How Bicycle PCR Improves Accuracy

Standard qPCR

Standard qPCR is unable to statistically separate a low positive cancer sample compared to a normal DNA sample. This is because the probe will bind to the normal DNA at a rate around 1%. This means the noise is above the signal of a low positive cancer DNA.

Blocking PCR

Blocking PCR can clearly detect a low positive cancer DNA sample. However, blocking PCR can not distinguish between a normal DNA sample and a sample where the DNA was not added. This is because the blocker always prevents the normal DNA from replicating.

Bicycle PCR

Bicycle PCR creates clear and statistically powered separation between a low positive cancer DNA sample and a normal DNA sample. Bicycle PCR can inactivate the blocker. This allows Bicycle PCR to have the very high sensitivity of blocking PCR and the internal control of normal PCR.

Bicycle PCR

Bicycle PCR is the simple solution to greatly improving the accuracy of cancer DNA diagnostics.

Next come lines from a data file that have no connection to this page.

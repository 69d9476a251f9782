"""Process-family verdicts: which families the data plausibly support, and why.

Every family is judged by the best of a small set of specifications (``specs``: error
variances equal or per wave, stationary carry-over or the quasi-simplex, random
curvature, free loadings), fitted by full-information maximum likelihood from the
response-pattern summary (``structures``), chosen within the family by BIC. Families
are compared by BIC differences and BIC weights; each family's BIC counts its mean
structure too (a linear mean for linear growth, a quadratic one for quadratic growth,
free means for free-shape growth; the best of flat, linear, quadratic and free for the
families that say nothing about the mean). The parts that separate neighbouring
families are tested by likelihood ratios between specifications of the same flavour
(same error part and carry-over part):

- dependence: the mean correlation of adjacent waves against ``min_correlation``;
- unit-specific growth: trait + carry-over against growth + carry-over (the slope
  variance and its covariance), the slopes' share of the last wave's variance, and
  growth ahead of every stationary family (the quasi-simplex included) by BIC;
- a stable trait: carry-over against trait + carry-over; without carry-over, a flat
  lag profile;
- carry-over: trait against trait + carry-over;
- carry-over in the deviations from growth: growth against growth + carry-over;
- the mean's shape: straight-line change, quadratic bend and the remainder.

A family is supported when its defining part is evidenced (test below ``alpha``, effect
above its threshold) and its BIC is the best among such families and within
``bic_margin`` of the best of all. Misfit is a caveat naming the wave pairs that fit
worst; only when every family's best specification misfits grossly (comparative fit
index below ``min_cfi``) is a verdict lowered. Every evidence sentence quotes numbers
stored in the ``verdict_basis`` section of the report.

References
----------
Raftery, A. E. (1995). Bayesian model selection in social research. Sociological
Methodology, 25, 111-163.
Kass, R. E. and Raftery, A. E. (1995). Bayes factors. JASA, 90, 773-795.
Bentler, P. M. (1990). Comparative fit indexes in structural models. Psychological
Bulletin, 107, 238-246.
Browne, M. W. (1984). Asymptotically distribution-free methods for the analysis of
covariance structures. British Journal of Mathematical and Statistical Psychology, 37,
62-83.
"""
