from paneldiag.errors import InputProblem
from paneldiag.io.ledger import Ledger
from paneldiag.io.readers import (NULL_TOKENS, RawTable, _arrow_types, _check_text,
                                  _record_lines, _refuse_binary_columns, _require_columns,
                                  _text_head, _text_parse_problem, detect_format)
from paneldiag.io.validate import (_CELL_REASON, ID_SEPARATOR, LayoutSpec, Refusals,
                                   _build_long, _check_extent, _check_magnitude, check_some_weight, check_spec,
                                   _factorize_ids, _first_missing_id, _ids_missing,
                                   _missing_mask, _override_times, _time_basis, _trimmed,
                                   no_observed_value)
from paneldiag.io.waves import WaveReading, check_shared_waves, read_waves
from paneldiag.panel import Panel

STREAMED_FORMATS = ("csv", "tsv", "parquet")

BLOCK_WORK = 12
"""Bytes of working memory per byte of CSV text in a block: the Arrow columns, their
pandas form and the validator's per-row arrays (row codes, masks, cell numbers), about
ten 8-byte arrays a row against 15-25 bytes of text a row (tests/perf/bench_stream.py
measures it)."""
BLOCK_MAX = 64 * 2**20     # text per block: larger blocks gain little speed
BLOCK_MIN = 2**16          # text per block below which the per-block cost dominates
IN_MEMORY_WORK = 10
"""Bytes an in-memory read holds per byte of the file (measured for CSV by
tests/perf/bench_stream.py; Parquet counts its uncompressed size): a file above the
budget divided by this is streamed when --max-memory is not given."""


def default_budget() -> int:
    """Half the machine's physical memory (the rest for the system and other work)."""
    try:
        return os.sysconf("SC_PHYS_PAGES") * os.sysconf("SC_PAGE_SIZE") // 2
    except (ValueError, OSError, AttributeError):
        return 4 * 10**9


def size_text(n: float) -> str:
    for unit, scale in (("GB", 1e9), ("MB", 1e6), ("KB", 1e3)):
        if n >= scale:
            return f"{n / scale:.1f} {unit}"
    return f"{int(n)} B"


def streamable() -> str:
    return "long CSV, TSV and Parquet files (or folders of Parquet files)"


def should_stream(path, fmt: str | None, spec: LayoutSpec, budget: int | None) -> bool:
    """Stream when asked (--max-memory) or when an in-memory read would not fit the
    default budget; only files (not standard input) of the streamed formats, long data."""
    if not isinstance(path, str) or path == "-" or spec.layout != "long":
        return False
    if not os.path.exists(path):
        return False
    fmt = detect_format(path, fmt)
    if fmt not in STREAMED_FORMATS:
        return False
    if budget is not None:
        return True
    return _input_bytes(path, fmt) * IN_MEMORY_WORK > default_budget()


def _input_bytes(path: str, fmt: str) -> int:
    if fmt == "parquet":
        import pyarrow.parquet as pq
        try:
            metas = [pq.ParquetFile(f).metadata for f in _parquet_files(path)]
            return sum(m.row_group(g).total_byte_size for m in metas
                       for g in range(m.num_row_groups))
        except Exception:  # unreadable: the reader says why
            return 0
    size = os.path.getsize(path)
    return size * 5 if path.lower().endswith(".gz") else size  # text compresses ~5x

Bicycle PCR can accurately detect a single copy of mutant DNA, for a single target mutation. Bicycle PCR accomplishing this by advancing the foundation understanding of PCR. This approach is completely different from most competitors. They claim to increase sensitivity by increasing the number of target genes or by using software (like Artificial Intelligence). These competitors often only mention analytical sensitivity and ignore specificity. Bicycle PCR improves most sensitivity and specificity because it changes the primary source of error (noise) in molecular diagnostics.

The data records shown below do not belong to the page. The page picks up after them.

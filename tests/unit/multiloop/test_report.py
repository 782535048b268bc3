"""Unit tests of audit.multiloop.report and templates/groups.html.j2 (regression and escaping, invented data)."""

from __future__ import annotations

import numpy as np

from audit.multiloop.report import group_nyquist_chart, group_sections
from audit.render import draw, render_html
from audit.report import build_report

from .test_stage import BLEND, BLEND_C, OTHER, WRONG, WRONG_C, run


def test_group_sections_and_page(tmp_path):
    loops = [list(r) for r in BLEND] + WRONG + OTHER
    loops[0][0] = "AIC-611<b>"                     # spreadsheet text: must stay inert in the page
    cpl = [[("AIC-611<b>" if c[0] == "AIC-611" else c[0]), ("AIC-611<b>" if c[1] == "AIC-611" else c[1])] + c[2:]
           for c in BLEND_C] + WRONG_C
    audit = run(tmp_path, loops, cpl)
    secs = group_sections(audit)
    assert [s.gid for s in secs] == ["G1", "G2"]
    g1, g2 = secs
    assert g1.stable and not g2.stable and g2.rhp_closed == 1
    assert np.isnan(g2.sigma_peak) and np.isfinite(g1.sigma_peak)
    assert len(g1.couplings) == 2 and g1.couplings[0].model.startswith("fopdt, K = -0.6")
    assert [l.status_alone for l in g1.loops] == ["passes", "passes"]
    assert abs(g1.rga_ss[0][0] - 0.75) < 1e-12          # closed form 1/(1 - (-0.6)(0.5)/(0.9 x 1.0))
    chart = group_nyquist_chart(g1, "gnyq-g1")
    assert chart.title == "Generalised Nyquist curve of group G1" and chart.marks[0].label == "critical point \u22121"
    report = build_report(audit)
    html = render_html(report, draw(report))
    assert 'id="group-g1"' in html and 'id="group-g2"' in html
    assert "Generalised Nyquist curve of group G1" in html
    assert "The group is unstable with all its loops closed" in html
    assert "AIC-611<b>" not in html and "AIC-611&lt;b&gt;" in html
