"""Unit tests of audit.multiloop.stage: the group stages in the pipeline (logic and regression, invented data)."""

from __future__ import annotations

import math

import openpyxl
import pandas as pd
import pytest

from audit.inventory import read_inventory
from audit.pipeline import AuditOptions, new_audit, run_stages

HEAD = ["tag", "model", "gain", "tau1_s", "dead_time_s", "sample_s", "kc", "ti_s", "action", "criticality"]
BLEND = [["AIC-611", "fopdt", 0.9, 400, 60, 5, 4, 400, "reverse", "high"],
         ["TIC-612", "fopdt", 1.0, 300, 30, 2, 4.5, 300, "reverse", "medium"]]
BLEND_C = [["TIC-612", "AIC-611", "fopdt", -0.6, 350, 50], ["AIC-611", "TIC-612", "fopdt", 0.5, 280, 40]]
WRONG = [["PIC-331", "fopdt", 0.5, 60, 5, 1, 2, 60, "reverse", "high"],
         ["FIC-332", "fopdt", 0.7, 30, 2, 0.5, 1.5, 30, "reverse", "low"]]
WRONG_C = [["FIC-332", "PIC-331", "fopdt", 0.8, 50, 4], ["PIC-331", "FIC-332", "fopdt", 1.0, 40, 3]]
OTHER = [["FIC-900", "fopdt", 1.0, 5, 1, 0.5, 4.0, 2, "reverse", "low"]]     # fails alone (too much gain)


def run(tmp_path, loops, couplings, propose="failing"):
    """Write a workbook and run every compute stage on it (test data)."""
    wb = openpyxl.Workbook()
    ws = wb.active
    ws.title = "loops"
    ws.append(HEAD)
    for r in loops:
        ws.append(r)
    if couplings is not None:
        cs = wb.create_sheet("couplings")
        cs.append(["from_tag", "to_tag", "model", "gain", "tau1_s", "dead_time_s"])
        for r in couplings:
            cs.append(r)
    p = tmp_path / "inv.xlsx"
    wb.save(p)
    audit = new_audit(read_inventory(p), AuditOptions(date="2024-01-01", propose=propose))
    run_stages(audit)
    return audit


def test_passes_alone_fails_with_group(tmp_path):
    res = run(tmp_path, BLEND + OTHER, BLEND_C).results.set_index("tag")
    a = res.loc["AIC-611"]
    assert a.status_alone == "passes" and a.status == "fails"
    assert a.findings.startswith("passes alone, fails with its group G1 closed: Ms")
    assert a.ms < 2.0 < a.ms_in_group
    assert a.rga_ss == pytest.approx(0.75, abs=1e-12)            # closed form: 1/(1 - (-0.6)(0.5)/(0.9 x 1.0))
    assert a.group_niederlinski == pytest.approx(1 / 0.75, abs=1e-12)
    assert bool(a.group_stable) and a.group_rhp_closed == 0
    assert res.loc["FIC-900"].group_id == "" and pd.isna(res.loc["FIC-900"].group_stable)
    # the proposal for AIC-611 keeps the group within its limits (F = 1)
    assert a.group_detuning == 1.0 and a.group_proposal_ms <= 2.0


def test_unstable_group_and_work_list(tmp_path):
    audit = run(tmp_path, OTHER + WRONG, WRONG_C)
    res = audit.results.set_index("tag")
    for t in ("PIC-331", "FIC-332"):
        r = res.loc[t]
        assert r.status_alone == "passes" and r.status == "unstable"
        assert "group G1 (PIC-331, FIC-332) is unstable" in r.findings
        assert "negative steady-state relative gain" in r.group_note and "Niederlinski" in r.group_note
        assert "no detuning with integral action can help" in r.group_proposal_note
        assert math.isnan(r.group_detuning)
        assert r.verdict == "not achievable by tuning" and r.action == "structural change"
    # the group's loops share a score and stand together, above the failing single loop
    assert res.loc["PIC-331"].priority_score == res.loc["FIC-332"].priority_score
    assert sorted([res.loc["PIC-331"]["rank"], res.loc["FIC-332"]["rank"]]) == [1, 2]
    assert res.loc["FIC-900"]["rank"] == 3
    assert [g.group.gid for g in audit.extras["groups"]] == ["G1"]


def test_bad_couplings_leave_single_loop_results_intact(tmp_path):
    """Whatever the couplings hold, the single-loop figures and statuses are those of a run without them."""
    base = run(tmp_path, BLEND + OTHER, None, propose="none").results
    bad = run(tmp_path, BLEND + OTHER, [["AIC-611", "NOPE", "fopdt", 0.3, 10, 1], ["AIC-611", "AIC-611", "fopdt", 1, 1, 1],
                                        ["TIC-612", "AIC-611", "fopdt", "x", 10, 1]], propose="none").results
    cols = ["tag", "status", "findings", "stable", "ms", "gm", "pm_deg", "wc_rad_s"]
    pd.testing.assert_frame_equal(base[cols], bad[cols])
    assert (bad["group_id"] == "").all()


def test_proposals_detuned_when_they_break_the_group(tmp_path):
    """Both blend loops far too aggressive alone, and stronger couplings (relative gain 0.4, which raises
    each loop's effective gain 2.5 times): the single-loop proposals, closed together, break the group and are
    detuned by a common factor F > 1 until the group is stable with L_cm max <= 4 dB (Luyben 1986)."""
    loops = [r[:6] + [r[6] * 3] + r[7:] for r in BLEND]
    strong = [["TIC-612", "AIC-611", "fopdt", -1.2, 350, 20], ["AIC-611", "TIC-612", "fopdt", 1.125, 280, 20]]
    audit = run(tmp_path, loops, strong, propose="all")
    res = audit.results.set_index("tag")
    gp = audit.extras["group_proposals"]["G1"]
    assert max(gp.ms_in_group) > 2.0
    assert gp.factor > 1.0 and gp.reached and gp.lcm_db <= 4.0 + 1e-6
    assert max(gp.detuned_ms) < max(gp.ms_in_group)
    for t in ("AIC-611", "TIC-612"):
        assert res.loc[t].group_detuning == pytest.approx(gp.factor)
        assert "Kc" in res.loc[t].group_proposal_settings and "detuned together" in res.loc[t].group_proposal_note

Bicycle PCR temporarily prevents the replication of normal DNA during a PCR. Noise, or false positive signal, is caused by probe mismatch hybridization to the normal DNA. Noise is suppressed in Bicycle PCR by temporarily preventing the replication of normal DNA. This creates large statistical separation between a normal DNA sample and a low positive cancer sample. Bicycle PCR has a validated sensitivity of 0.006% variant allele frequency.

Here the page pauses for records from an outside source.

def _interior(same: np.ndarray) -> np.ndarray:
    """Mask over points 1 .. N-2: a left and a right neighbour in the point's own segment.

    ``same[i]`` tells whether points i and i + 1 lie in one segment (length N - 1).
    """
    return same[:-1] & same[1:]


# ----------------------------------------------------------------------------------------------
# The grid


def _grids(batch: Batch, ents: np.ndarray, st: _Static, tdelay: np.ndarray, cap: bool = True):
    """Per-entry frequency ranges and point counts (``cap=False``: counts before the cap MAX_POINTS)."""
    c_min, c_max = st.c_min[ents], st.c_max[ents]
    w_lo = 1e-3 * c_min
    # coarse magnitude scan to find where |L| has fallen to the tail level for good; it starts at
    # a tenth of the lowest corner: below, |L| follows its asymptote c0 / w^k (k >= 0), so it is
    # above the level there if it is anywhere below (with integrators |L| >= 10 at the start)
    per_dec = 12
    w_s = 100.0 * w_lo
    # it ends two decades above the highest corner, where |L| of a strictly proper loop falls
    # steadily (every factor is within 1 % of its asymptote); four above for an outer loop of a
    # cascade, whose inner loop's closed-loop resonance is not among the corners
    top = np.where(batch.inner[ents] >= 0, 1e4, 1e2) * c_max
    ndec = np.log10(top / w_s)
    npts = np.ceil(ndec * per_dec).astype(int) + 1
    seg = np.repeat(np.arange(ents.size), npts)
    start = np.cumsum(npts) - npts
    pos = np.arange(seg.size) - start[seg]
    w = w_s[seg] * 10.0 ** (pos / per_dec)
    with np.errstate(divide="ignore", invalid="ignore"):     # (a point on an undamped pole: |L| = inf, above)
        mag = np.abs(_Points(batch, ents[seg], reuse=False)(w, delay=False))    # |e^{-jw theta}| = 1
    # (with 0 < |L(inf)| < 1 below 1 as well: |L| may fall through 1 close to its limit)
    linf = st.l_inf[ents]
    thr = np.maximum(TAIL_LEVEL, linf * (1 + 1e-3) + TAIL_LEVEL * linf)
    thr = np.where(linf < 1.0, np.minimum(thr, np.maximum(0.5 * (1.0 + linf), TAIL_LEVEL)), thr)
    above = mag >= thr[seg]
    last = _seg_max(np.where(above, pos, -1), seg, ents.size, -1)
    w_hi = np.where(last >= 0, w_s * 10.0 ** ((last + 1) / per_dec), w_lo * 100.0) * TAIL_MARGIN
    # still above the tail level at the end of the scan: beyond every corner |L| falls at least
    # as 1/w (strictly proper loops), so it is below the level by w_end |L(w_end)| / level
    end_above = (last == npts - 1) & (st.l_inf[ents] == 0)
    if end_above.any():
        mag_end = mag[start + npts - 1]
        w_hi = np.where(end_above, top * np.maximum(mag_end / thr, 1.0) * 2.0, w_hi)
    w_hi = np.maximum(w_hi, 100.0 * w_lo)
    # a resonance narrower than the scan's step: |L| at each lightly damped pole itself, and past
    # it |L| ~ |L(j w_d)| h / |w - w_d| (h = |Re p|) falls below the level at w_d + h |L(j w_d)| / level
    r_loc, r_w, r_h, _ = _resonances(st, ents, pole=True)
    if r_loc.size:
        with np.errstate(divide="ignore", invalid="ignore", over="ignore"):
            peak = np.abs(_Points(batch, ents[r_loc], reuse=False)(r_w, delay=False))
            end = (r_w + r_h * peak / thr[r_loc]) * TAIL_MARGIN
        # (a pole on the axis itself, h = 0, has no finite peak: such loops are decided apart)
        hit = (peak >= thr[r_loc]) & np.isfinite(end)
        np.maximum.at(w_hi, r_loc[hit], end[hit])
    # without dead time the phase only settles beyond every corner: the grid goes on to ``top``,
    # so that a phase crossover where |L| is small (a large gain margin) and the crossover of a
    # biproper loop whose |L| never rises above the level are on it
    w_hi = np.where(tdelay[ents] > 0, w_hi, np.maximum(w_hi, top))
    # one more turn of the delay spiral: its first crossing of the negative real axis is the
    # largest-|L| crossing of the tail, which sets the gain margin when none lies further in
    td = tdelay[ents]
    w_hi = w_hi + np.where(td > 0, 2.2 * np.pi / np.where(td > 0, td, 1.0), 0.0)
    h_log = np.clip(st.zeta[ents] / 3.0, 0.002, LOG_STEP)
    with np.errstate(divide="ignore"):
        w_b = np.where(tdelay[ents] > 0, DELAY_STEP / (np.maximum(tdelay[ents], 1e-300) * h_log), np.inf)
    w_mid = np.minimum(w_b, w_hi)
    # below a tenth of the lowest corner L follows its low-frequency asymptote c0 (jw)^-k with
    # a negligible delay phase: nothing turns there, a coarse log step suffices
    w_a = np.minimum(0.1 * c_min, w_mid)
    n_low = np.where(w_a > w_lo, np.ceil(np.log(w_a / w_lo) / LOW_STEP), 0).astype(int)
    n_log = n_low + np.ceil(np.log(w_mid / np.maximum(w_a, w_lo)) / h_log).astype(int) + 1
    with np.errstate(invalid="ignore", over="ignore"):
        # clipped before the cast: an extreme delay times bandwidth must not wrap around to a negative count
        n_lin_f = np.where(w_hi > w_b, np.ceil((w_hi - w_mid) * tdelay[ents] / DELAY_STEP), 0)
    n_lin = np.nan_to_num(np.minimum(n_lin_f, 1e15), nan=1e15).astype(np.int64)
    over = (n_log + n_lin) > MAX_POINTS
    if over.any() and cap:
        n_lin = np.where(over, np.maximum(MAX_POINTS - n_log, 0), n_lin)
    return w_lo, w_hi, w_mid, h_log, n_log, n_lin, over, np.maximum(w_a, w_lo), n_low


def _resonances(st: _Static, ents: np.ndarray, pole: bool | None = None):
    """Lightly damped roots of the entries ``ents``: (position in ``ents``, |Im| [rad/s], |Re| [rad/s],
    is a pole); ``pole`` True or False keeps poles or zeros only."""
    pos = np.full(st.k.size, -1)
    pos[ents] = np.arange(ents.size)
    loc = pos[st.res_own]
    keep = loc >= 0
    if pole is not None:
        keep &= st.res_pole == pole
    return loc[keep], st.res_w[keep], st.res_h[keep], st.res_pole[keep]


def _cluster_points(st: _Static, ents: np.ndarray, w_lo: np.ndarray, w_hi: np.ndarray, h_log: np.ndarray):
    """Grid points placed by every lightly damped root p = -h + j w_d of the entries (poles and zeros).

    Near such a root L follows a circle, c / (h + j (w - w_d)) for a pole: its angle moves by
    atan((w - w_d) / h), all of it within a few h of w_d, however small h is. The points sit at
    w_d + h tan(phi) for CLUSTER_POINTS equal steps of phi across (-pi/2, pi/2) (about 0.1 rad of the
    circle each), then on a geometric run (ratio CLUSTER_RATIO) out to the log grid's own step, so
    that no step of the grid can pass over the root. Returns (position in ``ents``, w) [-], [rad/s].
    """
    loc, wd, h, _ = _resonances(st, ents)
    if loc.size == 0:
        return np.zeros(0, int), np.zeros(0)
    h = np.maximum(h, 1e-9 * wd)
    phi = np.linspace(-0.5 * np.pi, 0.5 * np.pi, CLUSTER_POINTS + 2)[1:-1]
    core = h[:, None] * np.tan(phi)[None, :]
    x_out = h * np.tan(phi[-1])
    reach = wd * np.expm1(h_log[loc])
    n_geo = np.ceil(np.log(np.maximum(reach / x_out, 1.0)) / np.log(CLUSTER_RATIO)).astype(int)
    j = np.arange(1, int(n_geo.max(initial=0)) + 1)
    geo = x_out[:, None] * CLUSTER_RATIO ** j[None, :]
    geo = np.where(j[None, :] <= n_geo[:, None], geo, np.nan)
    off = np.concatenate([core, geo, -geo], axis=1)
    w = wd[:, None] + off
    seg = np.broadcast_to(loc[:, None], w.shape)
    ok = np.isfinite(w) & (w > w_lo[loc][:, None]) & (w < w_hi[loc][:, None])
    return seg[ok], w[ok]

Bicycle PCR can easily be incorporated into any standard qPCR or digital PCR assay by adding a blocking oligonucleotide and changing the thermal cycling parameters.

Bicycle PCR versus Blocking PCR

The innovation of Bicycle PCR is the ability to inactivate the blocker. Blocking PCR has been around for 30 years, beginning with PNA clamping. Numerous other blocking technologies have been invented over the years and some have been commercially launched. Thermo Fisher has castPCR and Bio-Rad licensed the NuProbe blocking technology. These blocking methods have consistently shown a sensitivity of 0.01%, however none have been widely adopted. The reason these highly sensitive technologies have not been widely used, despite high sensitivity, is because they are too good at blocking. This problem can be seen in Bio-Rad's ESR1 workflow (#12019648) or in castPCR workflow. The workflow is split into two parts, one with a blocker and one without a blocker. This split workflow highlights how current blocking strategies lack the quality control and internal reference needed to be widely used.

Bicycle PCR overcomes the issues all previous blocking technologies by inventing a method which inactivates the blocker. Bicycle PCR has two different thermal cycles parameters. The first cycle only replicates the mutant DNA, the second cycle replicates the mutant and the normal DNA. This innovation of inactivating a blocker, means that the workflow of blocking PCR no longer has to be split. The single workflow of qPCR or digital PCR can be used, together with Bicycle PCR, to create a test with high sensitivity and high specificity.